I was trying to create a stoplist that is case insensitive. When I run
the code below It includes "In" which I do not want. I was thinking I
could use the .match(/[A-Z,a-z]/) I did use downcase on the string
text, which did work, but I want to leave the string "text" in its
orignal content.
Thanks,
John
text = %q{Los Angeles has some of the nicest weather In the country.}
stopwords = %w{the a by on for of are with just but and to the my in I
has some}
#stopwords = stopwords.match(/[A-Z,a-z]/)
words = text.scan(/\w+/)
keywords = words.select { |word| !stopwords.include?(word) }
I was trying to create a stoplist that is case insensitive.
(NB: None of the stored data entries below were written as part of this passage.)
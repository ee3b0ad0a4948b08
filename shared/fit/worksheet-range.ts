import type { LengthUnit } from '../contract/worksheet.js';
import { millimetresPerInch } from './dimension.js';

/** An input that lies outside its range: which one, and what would be needed. */
export interface InputProblem {
  readonly field: string;
  readonly message: string;
}

/** What a sheet came to: a result only where every input lies in its range and none that is needed is missing. */
export interface Outcome<Result> {
  readonly problems: readonly InputProblem[];
  /** Labels of inputs without which nothing can be said. */
  readonly needed: readonly string[];
  readonly result: Result | null;
}

interface Range {
  readonly from: number;
  readonly to: number;
  /** The lower end itself is not allowed. */
  readonly over?: true;
}

/** Ranges of lengths, mm. */
export const ranges = {
  dimension: { from: 0, to: 1000, over: true },
  uncertainty: { from: 0, to: 10 },
  gap: { from: 0, to: 100, over: true },
  tolerance: { from: 0, to: 10 },
  allowance: { from: 0, to: 50 },
} as const satisfies Record<string, Range>;

/** Reads lengths in the sheet's unit to mm and notes those that are out of range or missing. */
export class InputCheck {
  readonly problems: InputProblem[] = [];
  readonly needed: string[] = [];

  constructor(private readonly unit: LengthUnit) {}

  /** The length in mm; null where it is empty or out of range. */
  length(field: string, typed: number | null, range: Range): number | null {
    if (typed === null) return null;
    const value = this.toMillimetres(typed);
    const isIn = (range.over ? value > range.from : value >= range.from) && value <= range.to;
    if (isIn) return value;
    const [from, to] = [this.told(range.from), this.told(range.to)];
    this.problems.push({
      field,
      message: `Out of range: has to lie ${range.over ? `over ${from} and up to` : `from ${from} to`} ${to} ${this.unit}.`,
    });
    return null;
  }

  /** As `length`, and named as needed where it is empty. */
  neededLength(field: string, label: string, typed: number | null, range: Range): number | null {
    if (typed === null) this.needed.push(label);
    return this.length(field, typed, range);
  }

  /** A whole number in a range. */
  count(field: string, label: string, typed: number | null, from: number, to: number): number | null {
    if (typed === null) this.needed.push(label);
    else if (!Number.isInteger(typed) || typed < from || typed > to)
      this.problems.push({ field, message: `Out of range: a whole number from ${from} to ${to}.` });
    else return typed;
    return null;
  }

  tell(field: string, message: string): void {
    this.problems.push({ field, message });
  }

  get isClear(): boolean {
    return this.problems.length === 0 && this.needed.length === 0;
  }

  outcome<Result>(result: Result | null): Outcome<Result> {
    return { problems: this.problems, needed: this.needed, result: this.isClear ? result : null };
  }

  private toMillimetres(typed: number): number {
    return this.unit === 'in' ? typed * millimetresPerInch : typed;
  }

  private told(millimetres: number): string {
    return this.unit === 'in'
      ? String(Math.floor((millimetres / millimetresPerInch) * 100) / 100)
      : String(millimetres);
  }
}
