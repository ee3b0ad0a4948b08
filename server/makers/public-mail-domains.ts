/** Domains at which anybody can have an address: mail from there proves nothing about a maker. */
const publicMailDomains: ReadonlySet<string> = new Set([
  'aol.com',
  'duck.com',
  'fastmail.com',
  'free.fr',
  'gmail.com',
  'gmx.at',
  'gmx.ch',
  'gmx.com',
  'gmx.de',
  'gmx.net',
  'googlemail.com',
  'hey.com',
  'hotmail.co.uk',
  'hotmail.com',
  'hotmail.de',
  'hotmail.fr',
  'icloud.com',
  'laposte.net',
  'libero.it',
  'live.com',
  'mac.com',
  'mail.com',
  'mail.ru',
  'mailbox.org',
  'me.com',
  'msn.com',
  'naver.com',
  'orange.fr',
  'outlook.com',
  'outlook.de',
  'pm.me',
  'posteo.de',
  'proton.me',
  'protonmail.com',
  'qq.com',
  't-online.de',
  'tuta.com',
  'tutanota.com',
  'web.de',
  'yahoo.co.jp',
  'yahoo.co.uk',
  'yahoo.com',
  'yahoo.de',
  'yandex.ru',
  'ymail.com',
  'zoho.com',
  '126.com',
  '163.com',
]);

export function isPublicMailDomain(domain: string): boolean {
  return publicMailDomains.has(domain.toLowerCase());
}

/** What stands behind the last @ of an address, in lower case. */
export function domainOf(address: string): string {
  return address.slice(address.lastIndexOf('@') + 1).toLowerCase();
}
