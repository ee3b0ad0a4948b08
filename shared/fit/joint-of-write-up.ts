import type { JointRef } from '../contract/joints.js';
import type { EditionView } from '../contract/write-ups.js';

/** The known joint between the two parts of a write-up's first joint, whichever way round it is written; null where none is. */
export function jointOfWriteUp(joints: readonly JointRef[], view: EditionView): JointRef | null {
  const first = view.joints[0];
  if (!first) return null;
  const between = joints.filter(
    ({ a, b }) =>
      (a.id === first.a.part.id && b.id === first.b.part.id) ||
      (a.id === first.b.part.id && b.id === first.a.part.id),
  );
  return between.length > 1
    ? (between.find((joint) => speaksOf(joint, first)) ?? between[0]!)
    : (between[0] ?? null);
}

/** Of several joints between the same parts: the one whose name shares a word with the features that the write-up names. */
function speaksOf(joint: JointRef, first: EditionView['joints'][number]): boolean {
  const words = `${first.a.feature} ${first.b.feature}`.toLowerCase().match(/[a-z]{4,}/g) ?? [];
  return words.some((word) => joint.name.toLowerCase().includes(word));
}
When I run
the code below It includes "In" which I do not want. I was thinking I
could use the .match(/[A-Z,a-z]/) I did use downcase on the string
text, which did work, but I want to leave the string "text" in its
orignal content.
Thanks,
John
text = %q{Los Angeles has some of the nicest weather In the country.}
stopwords = %w{the a by on for of are with just but and to the my in I
has some}
#stopwords = stopwords.match(/[A-Z,a-z]/)
words = text.scan(/\w+/)
keywords = words.select { |word| !stopwords.include?(word) }
puts keywords.join(' ')
You probably figured this out by yourself. Anyway, get the stopwords
array in lowercase, like this:
stopwords.map!{|el| el.downcase}
This gets rid of the disturbing "I" in your stopwords.